_EXERCISE INSTRUCTIONS_
Pull every line holding the word "alone" from the data below and copy it.
LISTED ENTRIES below:
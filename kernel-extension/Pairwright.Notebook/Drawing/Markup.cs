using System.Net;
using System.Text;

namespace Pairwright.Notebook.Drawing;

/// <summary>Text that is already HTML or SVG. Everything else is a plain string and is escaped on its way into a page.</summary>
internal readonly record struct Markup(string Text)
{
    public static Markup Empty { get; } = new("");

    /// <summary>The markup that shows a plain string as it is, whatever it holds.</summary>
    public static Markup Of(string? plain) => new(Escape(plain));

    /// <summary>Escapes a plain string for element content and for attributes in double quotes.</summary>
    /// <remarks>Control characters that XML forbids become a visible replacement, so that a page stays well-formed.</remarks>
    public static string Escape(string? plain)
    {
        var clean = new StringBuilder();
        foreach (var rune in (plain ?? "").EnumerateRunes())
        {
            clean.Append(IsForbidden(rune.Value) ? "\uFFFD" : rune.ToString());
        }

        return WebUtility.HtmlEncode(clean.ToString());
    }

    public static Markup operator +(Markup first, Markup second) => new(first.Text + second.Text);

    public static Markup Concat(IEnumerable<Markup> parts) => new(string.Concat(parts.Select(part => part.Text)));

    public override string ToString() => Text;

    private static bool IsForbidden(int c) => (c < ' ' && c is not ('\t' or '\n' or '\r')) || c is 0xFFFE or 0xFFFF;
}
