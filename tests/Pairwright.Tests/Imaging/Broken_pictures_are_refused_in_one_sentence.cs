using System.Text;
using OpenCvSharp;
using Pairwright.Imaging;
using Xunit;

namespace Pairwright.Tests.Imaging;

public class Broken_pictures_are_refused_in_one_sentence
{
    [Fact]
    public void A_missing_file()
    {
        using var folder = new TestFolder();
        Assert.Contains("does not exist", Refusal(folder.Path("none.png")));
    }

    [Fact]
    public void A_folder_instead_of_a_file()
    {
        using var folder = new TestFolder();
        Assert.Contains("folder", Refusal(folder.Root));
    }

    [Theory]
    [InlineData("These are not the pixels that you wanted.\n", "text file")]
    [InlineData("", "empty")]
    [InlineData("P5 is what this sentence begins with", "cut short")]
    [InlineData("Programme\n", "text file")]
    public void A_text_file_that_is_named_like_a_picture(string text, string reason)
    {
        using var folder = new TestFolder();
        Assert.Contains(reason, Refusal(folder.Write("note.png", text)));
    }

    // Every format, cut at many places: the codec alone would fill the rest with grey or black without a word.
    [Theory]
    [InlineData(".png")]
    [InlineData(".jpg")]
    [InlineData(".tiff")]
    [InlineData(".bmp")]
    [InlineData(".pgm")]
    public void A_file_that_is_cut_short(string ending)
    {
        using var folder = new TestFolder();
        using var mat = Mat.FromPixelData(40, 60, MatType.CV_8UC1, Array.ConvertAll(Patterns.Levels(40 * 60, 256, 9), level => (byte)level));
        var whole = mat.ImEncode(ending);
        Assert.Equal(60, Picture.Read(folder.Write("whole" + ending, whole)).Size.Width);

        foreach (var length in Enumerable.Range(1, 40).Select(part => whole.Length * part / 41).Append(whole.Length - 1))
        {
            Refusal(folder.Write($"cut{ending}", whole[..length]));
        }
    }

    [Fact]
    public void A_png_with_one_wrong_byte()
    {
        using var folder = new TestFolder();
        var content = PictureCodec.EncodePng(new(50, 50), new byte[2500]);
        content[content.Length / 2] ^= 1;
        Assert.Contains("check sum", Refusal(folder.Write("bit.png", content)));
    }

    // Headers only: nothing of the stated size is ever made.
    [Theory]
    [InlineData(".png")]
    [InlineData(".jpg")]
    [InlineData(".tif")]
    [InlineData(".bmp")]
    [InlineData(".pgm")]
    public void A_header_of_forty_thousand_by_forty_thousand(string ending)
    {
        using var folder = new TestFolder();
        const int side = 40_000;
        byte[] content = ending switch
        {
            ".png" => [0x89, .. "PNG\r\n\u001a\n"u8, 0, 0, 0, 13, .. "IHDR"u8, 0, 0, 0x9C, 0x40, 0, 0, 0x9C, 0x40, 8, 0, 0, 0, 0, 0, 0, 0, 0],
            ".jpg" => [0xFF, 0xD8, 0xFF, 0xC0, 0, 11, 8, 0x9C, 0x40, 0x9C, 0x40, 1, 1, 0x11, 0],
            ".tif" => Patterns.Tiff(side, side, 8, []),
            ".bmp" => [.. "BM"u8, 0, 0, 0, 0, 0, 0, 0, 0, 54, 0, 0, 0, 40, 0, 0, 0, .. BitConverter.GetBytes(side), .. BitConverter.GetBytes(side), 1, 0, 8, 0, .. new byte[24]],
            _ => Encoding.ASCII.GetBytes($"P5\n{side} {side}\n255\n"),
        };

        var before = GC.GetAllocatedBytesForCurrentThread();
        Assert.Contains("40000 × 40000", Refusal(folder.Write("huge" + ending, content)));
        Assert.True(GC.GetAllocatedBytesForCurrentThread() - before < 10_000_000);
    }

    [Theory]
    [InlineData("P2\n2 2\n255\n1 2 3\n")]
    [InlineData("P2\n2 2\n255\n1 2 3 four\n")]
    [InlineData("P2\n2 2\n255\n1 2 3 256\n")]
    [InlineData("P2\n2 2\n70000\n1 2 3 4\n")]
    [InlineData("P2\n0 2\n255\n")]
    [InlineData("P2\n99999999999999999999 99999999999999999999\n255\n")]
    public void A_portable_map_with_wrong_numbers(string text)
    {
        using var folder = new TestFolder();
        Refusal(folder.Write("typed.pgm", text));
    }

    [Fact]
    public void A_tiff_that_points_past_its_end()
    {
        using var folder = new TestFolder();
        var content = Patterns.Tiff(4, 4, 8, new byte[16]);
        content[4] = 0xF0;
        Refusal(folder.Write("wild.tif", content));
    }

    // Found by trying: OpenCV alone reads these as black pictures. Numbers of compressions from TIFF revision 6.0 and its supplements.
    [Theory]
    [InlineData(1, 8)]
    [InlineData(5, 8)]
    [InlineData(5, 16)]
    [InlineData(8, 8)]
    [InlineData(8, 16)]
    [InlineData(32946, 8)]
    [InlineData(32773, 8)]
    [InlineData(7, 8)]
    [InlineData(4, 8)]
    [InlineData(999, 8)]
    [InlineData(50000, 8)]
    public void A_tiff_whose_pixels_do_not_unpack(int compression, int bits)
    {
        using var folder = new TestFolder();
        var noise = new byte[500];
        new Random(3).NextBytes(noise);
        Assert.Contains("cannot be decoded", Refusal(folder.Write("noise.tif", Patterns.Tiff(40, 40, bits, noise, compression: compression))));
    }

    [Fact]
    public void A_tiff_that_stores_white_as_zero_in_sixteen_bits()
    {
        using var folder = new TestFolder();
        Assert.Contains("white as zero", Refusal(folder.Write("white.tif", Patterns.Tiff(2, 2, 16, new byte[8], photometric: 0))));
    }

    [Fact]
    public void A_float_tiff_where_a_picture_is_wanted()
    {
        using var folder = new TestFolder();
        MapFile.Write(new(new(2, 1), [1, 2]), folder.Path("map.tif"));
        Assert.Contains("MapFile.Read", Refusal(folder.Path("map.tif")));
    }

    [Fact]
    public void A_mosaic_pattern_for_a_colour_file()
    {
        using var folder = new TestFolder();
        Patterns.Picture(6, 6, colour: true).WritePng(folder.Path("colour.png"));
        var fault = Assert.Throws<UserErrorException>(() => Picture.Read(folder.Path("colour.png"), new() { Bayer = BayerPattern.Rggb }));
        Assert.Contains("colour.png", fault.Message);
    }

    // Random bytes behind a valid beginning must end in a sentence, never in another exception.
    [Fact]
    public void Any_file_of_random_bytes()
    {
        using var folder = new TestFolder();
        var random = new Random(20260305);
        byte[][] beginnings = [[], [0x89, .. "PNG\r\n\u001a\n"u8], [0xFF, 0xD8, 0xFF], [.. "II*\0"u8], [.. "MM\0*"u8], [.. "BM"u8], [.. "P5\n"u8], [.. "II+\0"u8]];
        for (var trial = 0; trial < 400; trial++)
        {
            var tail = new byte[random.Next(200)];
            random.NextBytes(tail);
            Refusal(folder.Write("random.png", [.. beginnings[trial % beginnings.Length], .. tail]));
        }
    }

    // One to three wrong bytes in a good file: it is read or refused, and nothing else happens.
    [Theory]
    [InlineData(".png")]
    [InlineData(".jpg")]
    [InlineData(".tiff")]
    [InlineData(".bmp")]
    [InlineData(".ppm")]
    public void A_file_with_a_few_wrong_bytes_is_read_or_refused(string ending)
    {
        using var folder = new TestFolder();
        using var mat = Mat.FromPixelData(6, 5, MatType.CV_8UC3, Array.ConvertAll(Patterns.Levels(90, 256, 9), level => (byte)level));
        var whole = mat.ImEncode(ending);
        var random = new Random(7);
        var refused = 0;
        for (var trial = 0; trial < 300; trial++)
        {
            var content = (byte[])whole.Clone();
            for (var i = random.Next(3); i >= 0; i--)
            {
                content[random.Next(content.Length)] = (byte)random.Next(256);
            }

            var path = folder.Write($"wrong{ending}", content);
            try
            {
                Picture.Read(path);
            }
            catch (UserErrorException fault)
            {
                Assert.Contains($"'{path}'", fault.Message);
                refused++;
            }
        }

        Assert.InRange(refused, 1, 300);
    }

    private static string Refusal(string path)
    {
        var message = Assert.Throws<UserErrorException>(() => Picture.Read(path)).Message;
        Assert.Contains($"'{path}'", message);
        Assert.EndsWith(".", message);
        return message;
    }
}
End of LISTED ENTRIES.
_SOLUTION TO THIS TASK_
    // Every format, cut at many places: the codec alone would fill the rest with grey or black without a word.
    // Found by trying: OpenCV alone reads these as black pictures. Numbers of compressions from TIFF revision 6.0 and its supplements.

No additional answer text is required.